The eclipse visible across a swath of the United States on Monday, August 21, 2017 was a fascinating celestial event. I’d seen lunar eclipses, but never a solar eclipse. Living in Oregon, one of the twelve states on the “path of totality,” I had the opportunity to experience a total eclipse. And I willingly bought into the hoopla leading up to the event.
It’s a Big Deal Because …
The opportunity to see a total eclipse is rare for most of us, even if you deliberately go around chasing after them. Eclipse events do not “choose” a country or region, of course. (It’s sort a of spin of the dice. Or rather, of the moon and the earth.) It’s very unusual for an eclipse to affect one particular country. It’s our understanding that the last time an eclipse affected only the U.S. was in 1257. The path for the August 21st eclipse crossed the full length of the country (as it did in 1918, as well.) The next time we expect an eclipse to be seen only in the U.S. will be in the year 2316! (This happened recently in Australia as well, in 2012.)
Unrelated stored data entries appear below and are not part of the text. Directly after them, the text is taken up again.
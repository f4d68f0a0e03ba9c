'use client';

import { useQuery } from '@tanstack/react-query';
import Link from 'next/link';
import type { RunItem } from '@/src/runs/schema';
import { apiGet, worthAskingAgain } from './run-api';
import { isUnderWay } from './run-live';
import { RunRow } from './run-row';

type RunPage = { items: RunItem[]; next: string | null };

const askEveryMs = 2000;
const columns = ['Run', 'Catalogue', 'Star', 'Status', 'Unbound, by number', 'Requested', 'By'];

type Props = { initial: RunPage; after?: string; catalogueId?: string; limit?: number };

export function RunList({ initial, after, catalogueId, limit = 50 }: Props) {
  const query = new URLSearchParams({
    limit: String(limit),
    ...(after ? { after } : {}),
    ...(catalogueId ? { catalogueId } : {}),
  });
  const path = `/api/v1/runs?${query}`;
  const { data } = useQuery({
    queryKey: ['runs', path],
    queryFn: ({ signal }) => apiGet<RunPage>(path, signal),
    initialData: initial,
    refetchOnMount: false,
    refetchInterval: ({ state }) => (state.data?.items.some(isUnderWay) ? askEveryMs : false),
    retry: worthAskingAgain,
  });
  return (
    <>
      <div className="overflow-x-auto" tabIndex={0} role="region" aria-label="Runs">
        <table className="w-full min-w-[52rem] text-sm">
          <caption className="sr-only">Runs, newest first</caption>
          <thead>
            <tr className="text-muted">
              {columns.map((column, index) => (
                <th
                  key={column}
                  scope="col"
                  className={`py-1.5 font-medium ${index === 4 ? 'pr-8 text-right' : 'pr-4 text-left'}`}
                >
                  {column}
                </th>
              ))}
            </tr>
          </thead>
          <tbody>
            {data.items.map((run) => (
              <RunRow key={run.id} run={run} />
            ))}
          </tbody>
        </table>
      </div>
      <nav className="mt-4 flex gap-6" aria-label="Pages of runs">
        {after && (
          <Link href="/runs" className="underline">
            Newest
          </Link>
        )}
        {data.next && (
          <Link href={`/runs?after=${encodeURIComponent(data.next)}`} className="underline">
            Older runs
          </Link>
        )}
      </nav>
    </>
  );
}
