import type { RunSummary } from '@/entities/run-summary';
import type { RunItem } from '@/src/runs/schema';
import { runAnswer, type AnswerPart } from './run-answer';
import { inputsOf, starInWords } from './run-inputs-of';

/** The answer first: one sentence for the population, one for each material. */
export function RunAnswer({ run, summary }: { run: RunItem; summary: RunSummary }) {
  const answer = runAnswer(summary, starInWords(inputsOf(run).star));
  return (
    <section aria-labelledby="answer" className="border-chaff border-l-4 py-1 pl-5 sm:pl-7">
      <h2 id="answer" className="sr-only">
        The answer
      </h2>
      <p className="max-w-4xl font-serif text-2xl leading-snug text-balance sm:text-3xl">{answer.headline.map(part)}</p>
      <p className="text-muted mt-5 text-sm" id="unbound-radii">
        Unbound radii
      </p>
      <ul className="mt-1 grid gap-1.5" aria-labelledby="unbound-radii">
        {answer.materials.map(({ material, text, geometric }) => (
          <li key={material} className="flex flex-wrap items-baseline gap-x-3">
            <span className="font-serif text-lg">{text}</span>
            <span className="text-muted text-sm">{geometric}</span>
          </li>
        ))}
      </ul>
      <div className="text-muted mt-4 grid max-w-prose gap-1 text-sm">
        <p>{answer.comparison}</p>
        {answer.notes.map((note) => (
          <p key={note}>{note}</p>
        ))}
      </div>
    </section>
  );
}

const part = (piece: AnswerPart, index: number) =>
  typeof piece === 'string' ? (
    piece
  ) : (
    <strong key={index} className={`whitespace-nowrap ${piece.isMinor ? 'font-normal' : 'font-semibold'}`}>
      {piece.figure}
    </strong>
  );
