'use client';

import type { FormPartProps } from './run-form-part';
import { RunTextField } from './run-text-field';
import { RunToggleField } from './run-toggle-field';

export function RunFormSurroundings({ draft, problems, onChange }: FormPartProps) {
  const text = (
    key: 'massLossSunPerYr' | 'windSpeedKmS' | 'qsw' | 'opticalDepth' | 'potentialV' | 'fieldNT',
    pointer: string,
  ) => ({
    value: draft[key],
    onChange: (value: string) => onChange({ [key]: value }),
    problem: problems[pointer],
  });
  return (
    <div className="grid gap-5">
      <RunToggleField
        label="Stellar wind"
        hint="Adds the push and the drag of the wind."
        isOn={draft.hasWind}
        onChange={(hasWind) => onChange({ hasWind })}
      >
        <RunTextField label="Mass loss" unit="M☉/yr" {...text('massLossSunPerYr', 'wind.massLossSunPerYr')} />
        <RunTextField label="Speed" unit="km/s" {...text('windSpeedKmS', 'wind.speedKmS')} />
        <RunTextField label="Momentum transfer" hint="1: all that hits" {...text('qsw', 'wind.qsw')} />
      </RunToggleField>
      <RunToggleField
        label="Collisions in a disc"
        hint="Gives bound grains a collision time."
        isOn={draft.hasDisc}
        onChange={(hasDisc) => onChange({ hasDisc })}
      >
        <RunTextField
          label="Optical depth"
          hint="Face on, at the release distance"
          {...text('opticalDepth', 'disc.opticalDepth')}
        />
      </RunToggleField>
      <RunToggleField
        label="Charging"
        hint="Compares the magnetic force with gravity for each grain; the fate itself stays that of beta."
        isOn={draft.hasCharging}
        onChange={(hasCharging) => onChange({ hasCharging })}
      >
        <RunTextField label="Surface potential" unit="V" {...text('potentialV', 'charging.potentialV')} />
        <RunTextField label="Azimuthal field" unit="nT" {...text('fieldNT', 'charging.fieldNT')} />
      </RunToggleField>
    </div>
  );
}
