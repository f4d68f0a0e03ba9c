import type { ReactNode } from 'react';
import type { RunDraft } from './run-draft';
import type { FieldProblems } from './run-request-of-draft';

/** What each part of the run form is given. */
export type FormPartProps = {
  draft: RunDraft;
  problems: FieldProblems;
  onChange: (changed: Partial<RunDraft>) => void;
};

export function FormPart({ title, children }: { title: string; children: ReactNode }) {
  return (
    <fieldset className="border-line grid min-w-0 gap-4 border-t pt-4">
      <legend className="pr-3 font-serif text-xl">{title}</legend>
      {children}
    </fieldset>
  );
}
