/** A moment in UTC, the same on server and screen. */
export function Moment({ iso }: { iso: string }) {
  return (
    <time dateTime={iso} className="whitespace-nowrap tabular-nums">
      {`${iso.slice(0, 10)} ${iso.slice(11, 16)} UTC`}
    </time>
  );
}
The next eclipse the U.S. will see will be in 2024 and it will also be seen by Mexico, Canada and Central America.
Growing up with the big city lights of Chicago, my experience with star-gazing was mostly limited to trips to Chicago’s Adler Planetarium. Travel and having lived in smaller communities increased my interest in astronomy and the night sky. Prior to the eclipse, I had great fun reading up on annular, partial, total and hybrid eclipses, umbras and antumbras, Bailey’s beads, and the like, but I’m certainly not an expert.
Where to Go? What to Do?
In the months leading up to the eclipse, it seems everyone debated where to go for the event. There were dire warnings of heavy traffic throughout the state. Next came reports that areas just outside of the path of totality would still see about 90% of the eclipse. Both caused many in the Portland area and elsewhere to remain home or attend nearby house parties with family and friends.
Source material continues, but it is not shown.